虽然“规定性焚烧”在森林管理中被有限地允许,但在农田中几乎不会获批。唐头村的农民对此表示无奈,他们认为自己的经验和安全操作被忽视。这些禁令太“一刀切”,脱离他们田间操作的实际,而且没有考虑灰肥对土壤肥力的重要性。有位村民说:“现在一冒烟,警报响,消防车就来了。”他认为这是过度监控的体现。
唐头村的生态系统包括林地边缘、梯田水稻田、水渠及混合利用的山坡地。这些区域支撑着蛙类、小型哺乳动物、鸟类和爬行动物等多种野生物种。有些动物只有在灌溉或农作物生长期才会出现,使得“农田生物多样性”的边界更为复杂。志愿者指出,即便是青蛙、麻雀等常见物种,也能反映出农药使用和栖息地质量的变化。同时,山上的松树普遍感染了松材线虫病,政府正在组织控制性焚烧。
我们交流的村民最关心的是这些政策如何影响他们的收入和土地安排。一些人觉得政策有负担或补贴不足,也有人表示观望和好奇。我发现多数土地管理决策仍然是自上而下,即使用“参与式管理”的语言来包装。
个体感受
图5 emo时刻的鸡皮疙瘩
某天晚上,我们进行两栖动物调查。很多同伴都兴奋地寻找稀有鸟类或蛇类。而我在语音日记中说:“我其实有点困,我现在只想站在田里听青蛙叫,感受一下,也许唱一首歌。”
那晚我播放的是壮族和苗族的歌曲,我在2023年云南时听过现场演唱。这次在田野里听却是另一种感受。我写道:“和她们在云南现场唱时听到的不一样了……也许是录音的问题,也许是地方变了。”那是一种很难命名的静态情感,是那种“你在一个地方站得够久,它才开始触动你”的感觉。
图6 徐老师(钱江源国家公园工作人员)还说,南方的蟑螂“大得像小鸟”,我们都笑了。
我还注意到,不同人参与生态工作的方式差异很大。有些志愿者认识很多物种,特别是对珍稀物种很感兴趣。我自己则更关注农业实践与生态目标之间的互动,以及知识如何在田间被传播或排除。我希望继续从两个方向学习:科学方法和地方经验。
下一步
图7 农田灌溉渠
我正在联系山水中心的学术合作方,希望能通过数据分析进一步参与这个项目。

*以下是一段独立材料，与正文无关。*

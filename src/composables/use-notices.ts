import { ref, watch, type Ref } from 'vue'
import {
  fetchNoticePeriod,
  listNotices,
  listSamples,
  recordAnswer,
  recordNotice,
  resolveObjection,
  saveNoticePeriod,
} from '@/api/evidence'
import type { Notice, NoticeAnswerCreate, NoticeCreate } from '../../shared/schemas/notices'
import type { Sample } from '../../shared/schemas/samples'

/** The case's notices before destructive work, their answers and the notice period. */
export function useNotices(caseId: Ref<number>) {
  const notices = ref<Notice[]>([])
  const samples = ref<Sample[]>([])
  const periodDays = ref<number>()

  async function load(): Promise<void> {
    if (!caseId.value) return
    ;[notices.value, samples.value, periodDays.value] = await Promise.all([
      listNotices(caseId.value),
      listSamples(caseId.value),
      fetchNoticePeriod(caseId.value),
    ])
  }
  watch(caseId, () => void load(), { immediate: true })

  const replace = (notice: Notice) => {
    notices.value = notices.value.map((n) => (n.id === notice.id ? notice : n))
  }

  async function create(input: NoticeCreate) {
    notices.value = [...notices.value, await recordNotice(caseId.value, input)]
  }
  async function answer(noticeId: number, input: NoticeAnswerCreate) {
    replace(await recordAnswer(caseId.value, noticeId, input))
  }
  async function resolve(noticeId: number, answerId: number, resolution: string) {
    replace(await resolveObjection(caseId.value, noticeId, answerId, resolution))
  }
  async function setPeriod(days: number) {
    periodDays.value = await saveNoticePeriod(caseId.value, days)
  }

  return { notices, samples, periodDays, load, create, answer, resolve, setPeriod }
}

同时,我也在思考更广泛的问题:什么样的实践才能真正支持农业与生物多样性的共生?地方社区如何主导或参与生态目标的设定?国家层级的政策如何落实到村民的日常决定中?
图8 我们目前的生态数据收集手段包括:观察记录、无人机拍摄、遥感卫星、塔式观测、声音监测、标记追踪、环境DNA、水质和微生物分析等。